=== Section Start ===

"""Sheet templates: page, title block, section order and caution text, kept as TOML data.

A project names a template in ``[project] template``: either the name of one
that ships with the package ("a4-portrait", "a3-landscape", "letter-portrait")
or a path, relative to the project file, to a copy a user has edited. Every
problem in a template is reported at once as a ProjectError naming the
template file and key.

Where the shipped templates live: the top-level ``templates/`` folder of the
repository. The package reaches it through ``sheets/report/templates``, a
symbolic link to that folder, listed as package data so a built wheel (``pip
install .``) carries real copies of the files; a source checkout or an editable
install (``pip install -e .``) reads them through the link, or straight from
``templates/`` beside the package where a checkout has no symlinks.
"""

from __future__ import annotations

import difflib
import sys
from dataclasses import dataclass
from pathlib import Path
from typing import Any

from sheets.errors import Problem, ProjectError

if sys.version_info >= (3, 11):
    import tomllib
else:  # pragma: no cover
    import tomli as tomllib

# reportlab (and the fonts, through matplotlib) are imported only when a template is parsed:
# finding one by name stays cheap for `sheets check`.
PAGE_SIZES = ("A4", "A3", "letter")
ORIENTATIONS = ("portrait", "landscape")
SECTIONS = ("cover", "comparison", "design_basis", "model", "determinacy", "states", "envelope", "member_checks", "sizing",
            "serviceability", "issued_files", "cautions")
OPTIONAL_SECTIONS = {"comparison": "cover"}  # shown only when asked for, and then after this section if the order omits it
STATE_PARTS = ("forces", "reactions", "checks", "form_forces", "force_diagram", "cells", "minkowski", "load_path")
FIELDS = ("title", "number", "client", "calculation", "sheet", "revision", "date", "prepared_by", "checked_by",
          "status", "fingerprint")
KEYS = {
    "": ("template", "page", "text", "title_block", "sections", "tables"),
    "template": ("name", "description"),
    "page": ("size", "orientation", "margin_mm"),
    "text": ("font_size", "footer_caution", "cautions"),
    "title_block": ("columns", "fields"),
    "field": ("field", "label", "span"),
    "sections": ("order", "state_parts"),
    "tables": ("rows", "labels_up_to"),
}
MM = 72 / 25.4  # points per millimetre
FOOTER_SIZE = 6.5  # points, the footer caution's type size


@dataclass(frozen=True)
class TitleField:
    field: str  # one of FIELDS
    label: str
    span: int = 1


@dataclass(frozen=True)
class Template:
    name: str
    source: str  # the file it was read from
    page_size: tuple[float, float]  # points, after orientation
    margin: float  # points
    font_size: float
    footer_caution: str
    cautions: tuple[str, ...]
    columns: int
    fields: tuple[TitleField, ...]
    order: tuple[str, ...]
    state_parts: tuple[str, ...]
    table_rows: int
    labels_up_to: int


def section_order(template: Template, present: set[str] = frozenset()) -> tuple[str, ...]:
    """The template's order, with each optional section that is ``present`` (asked for in this build) placed
    where ``OPTIONAL_SECTIONS`` puts it when the template (a copy made before the section existed) omits it."""
    order = list(template.order)
    for name in sorted(present):
        if name not in order:
            order.insert(order.index(OPTIONAL_SECTIONS[name]) + 1, name)
    return tuple(order)


def builtin_folder() -> Path:
    """The folder of the shipped templates (package data, or the repository's templates/)."""
    here = Path(__file__).resolve().parent
    packaged = here / "templates"
    if packaged.is_dir():
        return packaged
    return here.parents[1] / "templates"


def builtin_names() -> tuple[str, ...]:
    return tuple(sorted(p.stem for p in builtin_folder().glob("*.toml")))


def find_template(name: str, project_dir: Path, source: str | None = None) -> Path:
    """A shipped template by name, or a file path relative to the project folder (``source``: the project file, for messages)."""
    where = source or str(project_dir)
    candidate = Path(name)
    if candidate.suffix == ".toml" or len(candidate.parts) > 1:
        path = candidate if candidate.is_absolute() else project_dir / candidate
        if not path.is_file():
            hint = (f"the shipped template is named without .toml: template = \"{candidate.stem}\""
                    if candidate.stem in builtin_names() and len(candidate.parts) == 1 else "the path is relative to the project file")
            raise ProjectError([Problem(where, "project.template", f"template file '{name}' not found", hint)])
        return path
    path = builtin_folder() / f"{name}.toml"
    if not path.is_file():
        names = builtin_names()
        near = difflib.get_close_matches(name, names, n=1)
        hint = f"did you mean '{near[0]}'?" if near else f"use one of {', '.join(names)} or a path to a .toml file"
        raise ProjectError([Problem(where, "project.template", f"unknown template '{name}'", hint)])
    return path


def load_template(name: str, project_dir: str | Path = ".", source: str | None = None) -> Template:
    """Read and validate a template; raise ProjectError listing every problem."""
    path = find_template(name, Path(project_dir), source)
    try:
        data = tomllib.loads(path.read_text(encoding="utf-8"))
    except (OSError, UnicodeDecodeError) as exc:
        raise ProjectError([Problem(str(path), "", f"cannot read the template: {exc}", "save it as UTF-8 text")])
    except tomllib.TOMLDecodeError as exc:
        raise ProjectError([Problem(str(path), "", f"not valid TOML: {exc}", "fix the syntax at that line",
                                    getattr(exc, "lineno", None))])
    return _parse(data, str(path))


class _Reader:
    def __init__(self, file: str):
        self.file = file
        self.problems: list[Problem] = []

    def problem(self, where: str, message: str, hint: str = ""):
        self.problems.append(Problem(self.file, where, message, hint))

    def table(self, data: dict, key: str, allowed: tuple[str, ...]) -> dict:
        value = data.get(key, {})
        if not isinstance(value, dict):
            self.problem(key, f"expected a table [{key}]")
            return {}
        self.keys(value, allowed, key)
        return value

    def keys(self, data: dict, allowed: tuple[str, ...], where: str):
        for key in data:
            if key not in allowed:
                near = difflib.get_close_matches(key, allowed, n=1)
                self.problem(f"{where}.{key}" if where else key, f"unknown key '{key}'",
                             f"did you mean '{near[0]}'?" if near else f"allowed keys: {', '.join(allowed)}")

    def choice(self, data: dict, key: str, where: str, options, default):
        value = data.get(key, default)
        if value not in options:
            near = difflib.get_close_matches(str(value), list(options), n=1)
            self.problem(f"{where}.{key}", f"{key} must be one of {', '.join(options)}, got {value!r}",
                         f"did you mean '{near[0]}'?" if near else "")
            return default
        return value

    def number(self, data: dict, key: str, where: str, default: float, low: float, high: float, whole: bool = False):
        value = data.get(key, default)
        ok = isinstance(value, (int, float)) and not isinstance(value, bool) and low <= value <= high
        if ok and whole and not float(value).is_integer():
            ok = False
        if not ok:
            kind = "a whole number" if whole else "a number"
            self.problem(f"{where}.{key}", f"{key} must be {kind} from {low:g} to {high:g}, got {value!r}")
            return default
        return int(value) if whole else float(value)

    def text(self, data: dict, key: str, where: str, default: str) -> str:
        value = data.get(key, default)
        if not isinstance(value, str):
            self.problem(f"{where}.{key}", f"expected text, got {value!r}")
            return default
        return value

    def names(self, data: dict, key: str, where: str, allowed: tuple[str, ...]) -> tuple[str, ...]:
        value = data.get(key, list(allowed))
        if not isinstance(value, list) or not all(isinstance(v, str) for v in value):
            self.problem(f"{where}.{key}", f"expected a list of names, got {value!r}", f"names: {', '.join(allowed)}")
            return allowed
        for v in value:
            if v not in allowed:
                near = difflib.get_close_matches(v, allowed, n=1)
                self.problem(f"{where}.{key}", f"unknown name '{v}'", f"did you mean '{near[0]}'?" if near else f"names: {', '.join(allowed)}")
        if len(set(value)) != len(value):
            self.problem(f"{where}.{key}", "a name appears twice", "list each once")
        return tuple(v for v in dict.fromkeys(value) if v in allowed)


def _page_size(size: str, orientation: str) -> tuple[float, float]:
    """(width, height) in points of a size in PAGE_SIZES turned to an orientation in ORIENTATIONS."""
    from reportlab.lib import pagesizes

    return getattr(pagesizes, orientation)(getattr(pagesizes, size))


def _footer_width(footer: str) -> float:
    from reportlab.pdfbase.pdfmetrics import stringWidth

    from sheets.report.fonts import register_fonts

    return stringWidth(footer, register_fonts().regular, FOOTER_SIZE)


def _parse(data: dict[str, Any], file: str) -> Template:
    r = _Reader(file)
    r.keys(data, KEYS[""], "")
    meta = r.table(data, "template", KEYS["template"])
    page = r.table(data, "page", KEYS["page"])
    text = r.table(data, "text", KEYS["text"])
    block = r.table(data, "title_block", KEYS["title_block"])
    sections = r.table(data, "sections", KEYS["sections"])
    tables = r.table(data, "tables", KEYS["tables"])

    size = r.choice(page, "size", "page", PAGE_SIZES, "A4")
    orientation = r.choice(page, "orientation", "page", ORIENTATIONS, "portrait")
    margin = r.number(page, "margin_mm", "page", 12, 5, 40) * MM
    footer = r.text(text, "footer_caution", "text", "")
    if not footer.strip():
        r.problem("text.footer_caution", "the footer caution is missing or empty",
                  "every sheet must carry a short caution, e.g. \"Indicative calculations. Review by a licensed engineer required.\"")
    elif _footer_width(footer) > _page_size(size, orientation)[0] - 2 * margin:
        r.problem("text.footer_caution", "the footer caution does not fit on one line of the page",
                  "shorten it; the full text belongs in the cautions list")
    cautions = text.get("cautions", [])
    if not isinstance(cautions, list) or not cautions or not all(isinstance(c, str) and c.strip() for c in cautions):
        r.problem("text.cautions", "cautions must be a non-empty list of paragraphs", "the cautions page prints them")
        cautions = []
    columns = r.number(block, "columns", "title_block", 6, 2, 16, whole=True)
    fields = _fields(r, block, columns)
    order = r.names(sections, "order", "sections", SECTIONS)
    for required in ("cover", "cautions"):
        if required not in order:
            r.problem("sections.order", f"the section '{required}' cannot be left out",
                      "every sheet set starts with the cover and carries the cautions")
    result = Template(
        name=r.text(meta, "name", "template", Path(file).stem),
        source=file,
        page_size=_page_size(size, orientation),
        margin=margin,
        font_size=r.number(text, "font_size", "text", 8.5, 6, 14),
        footer_caution=footer,
        cautions=tuple(cautions),
        columns=columns,
        fields=fields,
        order=order,
        state_parts=r.names(sections, "state_parts", "sections", STATE_PARTS),
        table_rows=r.number(tables, "rows", "tables", 30, 5, 500, whole=True),
        labels_up_to=r.number(tables, "labels_up_to", "tables", 120, 0, 100000, whole=True),
    )
    if r.problems:
        raise ProjectError(r.problems)
    return result


def _fields(r: _Reader, block: dict, columns: int) -> tuple[TitleField, ...]:
    raw = block.get("fields")
    if not isinstance(raw, list) or not raw:
        r.problem("title_block.fields", "the title block needs a list of fields",
                  'e.g. fields = [{ field = "title", label = "Project" }, { field = "sheet", label = "Sheet" }]')
        return ()
    out = []
    for i, item in enumerate(raw):
        where = f"title_block.fields.{i}"
        if not isinstance(item, dict):
            r.problem(where, f"expected a table like {{ field = \"title\", label = \"Project\" }}, got {item!r}")
            continue
        r.keys(item, KEYS["field"], where)
        field = r.choice(item, "field", where, FIELDS, None)
        span = r.number(item, "span", where, 1, 1, columns, whole=True)
        if field is not None:
            out.append(TitleField(field, r.text(item, "label", where, field.replace("_", " ").capitalize()), span))
    present = {f.field for f in out}
    for needed in ("title", "sheet", "revision", "date"):
        if needed not in present and not r.problems:
            r.problem("title_block.fields", f"the title block must show '{needed}'", f"add {{ field = \"{needed}\", label = \"...\" }}")
    return tuple(out)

=== Section End ===

DESCRIPTION OF THE TASK.
Here the job is to set down exactly the lines of the material above that fall between the one with "of the shipped" and the one with "except (OSError, UnicodeDecodeError)", inclusive, and nothing beyond them.

FINISHED TASK.
    """The folder of the shipped templates (package data, or the repository's templates/)."""
    here = Path(__file__).resolve().parent
    packaged = here / "templates"
    if packaged.is_dir():
        return packaged
    return here.parents[1] / "templates"


def builtin_names() -> tuple[str, ...]:
    return tuple(sorted(p.stem for p in builtin_folder().glob("*.toml")))


def find_template(name: str, project_dir: Path, source: str | None = None) -> Path:
    """A shipped template by name, or a file path relative to the project folder (``source``: the project file, for messages)."""
    where = source or str(project_dir)
    candidate = Path(name)
    if candidate.suffix == ".toml" or len(candidate.parts) > 1:
        path = candidate if candidate.is_absolute() else project_dir / candidate
        if not path.is_file():
            hint = (f"the shipped template is named without .toml: template = \"{candidate.stem}\""
                    if candidate.stem in builtin_names() and len(candidate.parts) == 1 else "the path is relative to the project file")
            raise ProjectError([Problem(where, "project.template", f"template file '{name}' not found", hint)])
        return path
    path = builtin_folder() / f"{name}.toml"
    if not path.is_file():
        names = builtin_names()
        near = difflib.get_close_matches(name, names, n=1)
        hint = f"did you mean '{near[0]}'?" if near else f"use one of {', '.join(names)} or a path to a .toml file"
        raise ProjectError([Problem(where, "project.template", f"unknown template '{name}'", hint)])
    return path


def load_template(name: str, project_dir: str | Path = ".", source: str | None = None) -> Template:
    """Read and validate a template; raise ProjectError listing every problem."""
    path = find_template(name, Path(project_dir), source)
    try:
        data = tomllib.loads(path.read_text(encoding="utf-8"))
    except (OSError, UnicodeDecodeError) as exc:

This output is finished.